Extract every line below that contains the word "type".

▸ **AVAILABLE DATA**:

◆ ◆ ◆

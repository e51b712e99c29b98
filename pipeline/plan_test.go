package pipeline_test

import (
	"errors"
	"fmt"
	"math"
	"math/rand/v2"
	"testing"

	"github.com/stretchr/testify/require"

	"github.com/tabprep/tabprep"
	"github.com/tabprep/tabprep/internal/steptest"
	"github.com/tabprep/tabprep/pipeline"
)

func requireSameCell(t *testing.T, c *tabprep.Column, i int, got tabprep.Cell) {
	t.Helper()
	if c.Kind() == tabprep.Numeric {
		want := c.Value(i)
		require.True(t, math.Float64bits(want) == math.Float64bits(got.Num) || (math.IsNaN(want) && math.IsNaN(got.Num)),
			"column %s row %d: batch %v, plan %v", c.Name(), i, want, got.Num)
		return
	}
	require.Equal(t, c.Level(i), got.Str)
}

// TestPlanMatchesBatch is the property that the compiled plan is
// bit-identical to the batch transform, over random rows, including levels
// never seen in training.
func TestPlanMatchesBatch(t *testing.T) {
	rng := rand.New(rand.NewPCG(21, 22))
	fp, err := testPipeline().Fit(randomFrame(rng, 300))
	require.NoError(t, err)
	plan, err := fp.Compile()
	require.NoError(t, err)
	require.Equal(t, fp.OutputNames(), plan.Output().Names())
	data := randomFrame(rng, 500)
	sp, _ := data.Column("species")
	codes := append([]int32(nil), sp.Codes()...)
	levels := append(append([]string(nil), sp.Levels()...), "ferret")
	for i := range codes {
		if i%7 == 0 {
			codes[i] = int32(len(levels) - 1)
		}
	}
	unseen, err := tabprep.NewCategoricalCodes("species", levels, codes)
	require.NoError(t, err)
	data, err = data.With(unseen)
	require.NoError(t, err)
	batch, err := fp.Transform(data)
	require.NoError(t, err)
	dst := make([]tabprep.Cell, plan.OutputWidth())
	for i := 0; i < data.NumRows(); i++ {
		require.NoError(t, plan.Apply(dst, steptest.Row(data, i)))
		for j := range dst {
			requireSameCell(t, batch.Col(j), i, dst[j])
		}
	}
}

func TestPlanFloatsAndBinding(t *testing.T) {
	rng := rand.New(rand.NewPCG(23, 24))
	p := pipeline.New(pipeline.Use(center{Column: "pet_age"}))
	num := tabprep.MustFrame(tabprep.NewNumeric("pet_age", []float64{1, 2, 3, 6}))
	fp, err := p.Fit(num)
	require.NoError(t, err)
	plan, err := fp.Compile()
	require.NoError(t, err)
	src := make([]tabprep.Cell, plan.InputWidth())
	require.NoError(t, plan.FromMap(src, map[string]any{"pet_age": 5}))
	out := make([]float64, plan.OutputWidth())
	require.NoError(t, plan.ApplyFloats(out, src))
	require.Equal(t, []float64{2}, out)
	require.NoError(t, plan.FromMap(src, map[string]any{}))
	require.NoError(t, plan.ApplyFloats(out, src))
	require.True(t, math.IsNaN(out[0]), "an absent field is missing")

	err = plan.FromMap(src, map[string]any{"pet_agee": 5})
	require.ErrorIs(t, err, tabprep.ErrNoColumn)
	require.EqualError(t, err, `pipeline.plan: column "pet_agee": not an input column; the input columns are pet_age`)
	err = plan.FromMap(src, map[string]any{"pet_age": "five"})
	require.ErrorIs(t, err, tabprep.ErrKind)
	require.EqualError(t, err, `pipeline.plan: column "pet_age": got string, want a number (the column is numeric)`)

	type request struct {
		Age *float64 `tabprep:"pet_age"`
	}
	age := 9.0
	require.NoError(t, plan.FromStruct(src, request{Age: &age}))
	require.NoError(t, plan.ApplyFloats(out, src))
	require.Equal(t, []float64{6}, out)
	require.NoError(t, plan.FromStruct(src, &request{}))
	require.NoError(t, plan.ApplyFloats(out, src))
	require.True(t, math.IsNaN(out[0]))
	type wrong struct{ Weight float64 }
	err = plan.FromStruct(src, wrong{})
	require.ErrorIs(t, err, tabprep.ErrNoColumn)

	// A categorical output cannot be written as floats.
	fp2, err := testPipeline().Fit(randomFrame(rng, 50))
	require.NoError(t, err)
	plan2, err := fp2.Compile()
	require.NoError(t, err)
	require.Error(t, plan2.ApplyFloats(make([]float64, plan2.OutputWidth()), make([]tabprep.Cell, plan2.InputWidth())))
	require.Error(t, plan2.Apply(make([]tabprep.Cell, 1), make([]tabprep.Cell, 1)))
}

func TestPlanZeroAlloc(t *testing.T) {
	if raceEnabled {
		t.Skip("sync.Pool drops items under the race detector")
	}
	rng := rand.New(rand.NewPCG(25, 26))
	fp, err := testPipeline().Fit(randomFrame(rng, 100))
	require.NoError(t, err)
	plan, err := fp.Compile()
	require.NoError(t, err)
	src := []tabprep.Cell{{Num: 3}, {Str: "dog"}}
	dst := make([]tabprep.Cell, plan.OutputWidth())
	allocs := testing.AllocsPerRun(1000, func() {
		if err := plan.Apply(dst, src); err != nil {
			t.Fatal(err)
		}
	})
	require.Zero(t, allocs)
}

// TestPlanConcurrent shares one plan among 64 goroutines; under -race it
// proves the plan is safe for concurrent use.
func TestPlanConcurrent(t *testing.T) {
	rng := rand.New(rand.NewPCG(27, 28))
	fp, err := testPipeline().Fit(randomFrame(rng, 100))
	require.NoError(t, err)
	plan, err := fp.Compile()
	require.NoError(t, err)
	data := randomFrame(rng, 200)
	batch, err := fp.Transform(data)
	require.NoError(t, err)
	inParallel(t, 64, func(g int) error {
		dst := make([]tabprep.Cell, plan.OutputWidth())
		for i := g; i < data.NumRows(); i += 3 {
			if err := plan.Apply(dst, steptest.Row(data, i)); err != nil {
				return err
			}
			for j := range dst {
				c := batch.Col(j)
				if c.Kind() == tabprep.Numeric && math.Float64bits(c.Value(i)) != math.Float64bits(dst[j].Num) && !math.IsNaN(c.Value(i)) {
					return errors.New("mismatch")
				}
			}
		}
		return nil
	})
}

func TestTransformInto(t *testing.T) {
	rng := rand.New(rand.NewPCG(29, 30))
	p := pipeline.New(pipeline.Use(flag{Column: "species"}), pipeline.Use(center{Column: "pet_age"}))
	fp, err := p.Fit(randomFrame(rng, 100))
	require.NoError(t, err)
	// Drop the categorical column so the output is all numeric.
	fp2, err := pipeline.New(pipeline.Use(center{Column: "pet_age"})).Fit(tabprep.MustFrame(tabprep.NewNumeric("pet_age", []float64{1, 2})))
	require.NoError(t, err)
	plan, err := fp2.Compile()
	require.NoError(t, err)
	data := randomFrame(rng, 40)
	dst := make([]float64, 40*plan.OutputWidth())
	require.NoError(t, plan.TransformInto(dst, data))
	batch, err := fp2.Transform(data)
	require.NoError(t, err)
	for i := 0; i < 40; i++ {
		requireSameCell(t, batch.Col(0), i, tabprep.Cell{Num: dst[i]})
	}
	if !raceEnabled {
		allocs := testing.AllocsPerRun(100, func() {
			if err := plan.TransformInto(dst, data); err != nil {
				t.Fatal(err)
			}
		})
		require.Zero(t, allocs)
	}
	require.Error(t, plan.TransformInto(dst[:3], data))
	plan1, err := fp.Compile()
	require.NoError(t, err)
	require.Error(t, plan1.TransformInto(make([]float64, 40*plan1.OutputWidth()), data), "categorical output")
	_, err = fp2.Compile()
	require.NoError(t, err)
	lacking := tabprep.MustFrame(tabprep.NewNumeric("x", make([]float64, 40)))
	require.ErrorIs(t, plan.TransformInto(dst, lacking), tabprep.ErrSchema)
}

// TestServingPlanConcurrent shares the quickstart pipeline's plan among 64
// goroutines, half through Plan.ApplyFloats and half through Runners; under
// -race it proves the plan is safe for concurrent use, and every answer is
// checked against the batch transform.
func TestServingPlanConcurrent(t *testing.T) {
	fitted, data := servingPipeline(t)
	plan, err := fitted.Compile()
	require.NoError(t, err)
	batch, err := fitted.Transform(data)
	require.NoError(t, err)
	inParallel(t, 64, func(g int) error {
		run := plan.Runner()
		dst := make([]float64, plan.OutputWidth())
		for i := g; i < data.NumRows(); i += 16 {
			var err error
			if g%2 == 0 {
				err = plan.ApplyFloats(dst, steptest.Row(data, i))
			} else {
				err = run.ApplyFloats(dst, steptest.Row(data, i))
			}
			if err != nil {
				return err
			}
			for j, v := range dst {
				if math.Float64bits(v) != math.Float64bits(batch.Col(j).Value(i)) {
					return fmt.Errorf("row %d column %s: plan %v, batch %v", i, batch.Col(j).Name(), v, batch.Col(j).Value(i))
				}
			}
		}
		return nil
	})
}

◆ ◆ ◆

▸ **ANSWER TO THIS EXERCISE**:
	type request struct {
	type wrong struct{ Weight float64 }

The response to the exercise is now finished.